# [Problem to solve]
Line count for "NoLimit": state how many lines of the data below include it, and output nothing more.

# [Extracted records]
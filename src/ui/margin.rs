//! The margin: totals against their limits, then the margin notes, stops first.

use super::figure;
use super::go_to;
use super::markup::{button, each, live, nothing, several, tag};
use super::notes::Key;
use super::shown::{Shown, grade_mark, mark};
use super::spot::Spot;
use super::state::Page;
use crate::browser::page as window;
use crate::sheet::Edit;
use crate::words::{self, TotalWords, page};
use crate::work::{Total, TotalKind, Verdict};
use crate::working::{Holder, HolderId, Ink, MarginNote};
use leptos::prelude::*;

/// The id of the margin.
pub(super) const MARGIN: &str = "margin";

/// The margin.
pub(super) fn margin(page: Page) -> AnyView {
    let next = button(move || step(page, Way::On))
        .class("quiet")
        .say(format!("{} ", page::next_note()))
        .with(tag("KBD").text("F8"));
    let notes = each(
        move || page.notes.with(|notes| notes.keys()),
        |key| key.id(),
        note_view,
        page,
    );
    tag("ASIDE")
        .id(MARGIN)
        .live("class", move || {
            let class = if page.is_margin_open.get() {
                "margin open"
            } else {
                "margin"
            };
            Some(class.to_owned())
        })
        .set("aria-label", page::margin_label())
        .with(tag("H2").class("unseen").text(page::heading_totals()))
        .child(totals(page))
        .with(
            tag("DIV")
                .class("notes-head")
                .with(
                    tag("H2")
                        .id("notes-head")
                        .set("tabindex", "-1")
                        .live_text(move || page.notes.with(|notes| notes.counts())),
                )
                .with(next),
        )
        .with(
            tag("OL")
                .class("notes")
                .set("aria-label", page::notes_label())
                .child(notes),
        )
        .done()
}

fn totals(page: Page) -> AnyView {
    let head = [
        page::head_total(),
        page::head_running(),
        page::head_connected(),
        page::head_verdict(),
    ];
    let head = head.map(|head| tag("TH").set("scope", "col").text(head).done());
    let rows = each(
        move || {
            page.worked
                .with(|worked| worked.totals.iter().map(|total| total.kind).collect())
        },
        |kind| format!("{kind:?}"),
        total_view,
        page,
    );
    tag("TABLE")
        .class("totals")
        .with(tag("THEAD").class("unseen").with(tag("TR").children(head)))
        .with(tag("TBODY").child(rows))
        .done()
}

/// One of the totals, with its texts.
fn total<T>(page: Page, kind: TotalKind, read: impl Fn(&Total, TotalWords) -> T) -> Option<T> {
    let system = page.system();
    page.worked.with(|worked| {
        let total = worked.totals.iter().find(|total| total.kind == kind)?;
        Some(read(total, words::total_words(total, system)))
    })
}

/// What a total is.
pub(super) fn total_value(page: Page, spot: Spot) -> Shown {
    let Spot::Total(kind) = spot else {
        return Shown::Nothing;
    };
    let value = total(page, kind, |total, texts| {
        let ink = total
            .figure
            .as_ref()
            .map_or(Ink::Worked, |figure| figure.ink);
        texts.running.map(|text| Shown::Value(ink, text))
    });
    value.flatten().unwrap_or(Shown::Nothing)
}

fn total_view(page: Page, kind: TotalKind) -> AnyView {
    let limit = move || {
        let limit = total(page, kind, |_, texts| texts.limit).flatten();
        limit.map_or_else(String::new, |limit| {
            page::limit_of(words::limit(kind), &limit)
        })
    };
    let connected = move || {
        let connected = total(page, kind, |_, texts| texts.connected).flatten();
        connected.unwrap_or_default()
    };
    let verdict = live(move || {
        let verdict = total(page, kind, |total, _| total.verdict);
        verdict.map_or_else(nothing, verdict_mark)
    });
    let name = words::total(kind);
    let has_nothing = move || {
        let nothing = total(page, kind, |total, _| {
            total.running.is_none() && total.verdict == Verdict::NoLimit
        });
        nothing.unwrap_or(true)
    };
    tag("TR")
        .hidden(has_nothing)
        .with(
            tag("TH")
                .set("scope", "row")
                .say(format!("{name} "))
                .with(tag("SMALL").live_text(limit)),
        )
        .with(
            tag("TD")
                .class("number")
                .child(figure::framed(page, Spot::Total(kind), name, total_value))
                .with(tag("SMALL").class("connected").live_text(connected)),
        )
        .with(tag("TD").child(verdict))
        .done()
}

/// The mark of a verdict: its shape and its word.
pub(super) fn verdict_mark(verdict: Verdict) -> AnyView {
    let class = match verdict {
        Verdict::Within => "mark within",
        Verdict::Beyond => "mark beyond",
        Verdict::Unknown => "mark unknown",
        Verdict::NoLimit => return nothing(),
    };
    mark(class, words::verdict(verdict))
}

fn note_view(page: Page, key: Key) -> AnyView {
    let id = key.id();
    let answer_id = format!("{id}-answer");
    let place = key.place;
    // Figures are not compared: what a note says is in its kind.
    let note = Memo::new(move |_| {
        page.notes.with(|notes| {
            let note = notes.get(key)?;
            Some((note.grade, note.kind.clone()))
        })
    });
    let said = live(move || {
        let system = page.system();
        let note = note.with(|note| {
            let (grade, kind) = note.clone()?;
            Some(MarginNote::new(grade, key.place.field, kind).held_by(key.place.holder))
        });
        let Some(note) = note else {
            return nothing();
        };
        let words = words::note(&note, system);
        several(vec![
            grade_mark(note.grade),
            tag("P")
                .with(tag("B").say(words.what))
                .say(format!(" {} ", words.why))
                .with(tag("SPAN").class("remedy").say(words.remedy))
                .done(),
        ])
    });
    let at = move || {
        let at = page
            .names
            .with(|names| words::place(&place, |id| names.get(&id).cloned().unwrap_or_default()));
        format!("{}: {at}", page::go_to_subject())
    };
    let answer = move || {
        page.answers
            .with(|answers| answers.get(&key.note_ref()).cloned())
            .unwrap_or_default()
    };
    tag("LI")
        .put("id", id)
        .class("note-item")
        .set("tabindex", "-1")
        .child(said)
        .with(
            tag("DIV").class("note-foot").with(
                button(move || go_to::place(page, place))
                    .class("quiet go-to")
                    .live_text(at),
            ),
        )
        .with(
            tag("LABEL")
                .class("unseen")
                .put("for", answer_id.clone())
                .text(page::answer()),
        )
        .with(
            tag("INPUT")
                .class("answer")
                .put("id", answer_id)
                .set("type", "text")
                .set("autocomplete", "off")
                .set("placeholder", page::answer_placeholder())
                .value(answer)
                .on("change", move |event| {
                    if let Some(text) = window::typed(event.target()) {
                        page.edit(Edit::Answer(key.note_ref(), text.trim().to_owned()));
                    }
                }),
        )
        .done()
}

/// Which way to go through the notes.
#[derive(Clone, Copy, PartialEq, Eq)]
pub(super) enum Way {
    On,
    Back,
}

/// Goes to the next or the previous note; from anywhere else, to the one gone from last.
pub(super) fn step(page: Page, way: Way) {
    let ids: Vec<String> = page
        .notes
        .with_untracked(|notes| notes.keys().into_iter().map(Key::id).collect());
    if ids.is_empty() {
        page.say(page::no_notes().to_owned());
        return;
    }
    let here = window::focused_within(".note-item");
    let last = page.note.get_untracked();
    let is_away = here.is_none();
    let at = here
        .or(last)
        .and_then(|id| ids.iter().position(|known| *known == id));
    let next = match (at, way) {
        (None, _) => None,
        // Back from the subject to its note.
        (Some(at), Way::Back) if is_away => Some(at),
        (Some(at), Way::On) => Some(at + 1),
        (Some(at), Way::Back) => at.checked_sub(1),
    };
    // Behind the last note comes the first again.
    let id = next.and_then(|next| ids.get(next)).or(match way {
        Way::On => ids.first(),
        Way::Back => ids.last(),
    });
    if let Some(id) = id {
        show(page, id.clone());
    }
}

/// Goes to the first note of a feeder.
pub(super) fn go_to_note_of(page: Page, feeder: HolderId) {
    let id = page.notes.with_untracked(|notes| {
        notes
            .keys()
            .into_iter()
            .find(|key| key.place.holder == Holder::Feeder(feeder))
            .map(Key::id)
    });
    match id {
        Some(id) => show(page, id),
        None => page.say(page::no_notes().to_owned()),
    }
}

fn show(page: Page, id: String) {
    page.is_margin_open.set(true);
    page.note.set(Some(id.clone()));
    window::focus_soon(id);
}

# [Reply]
2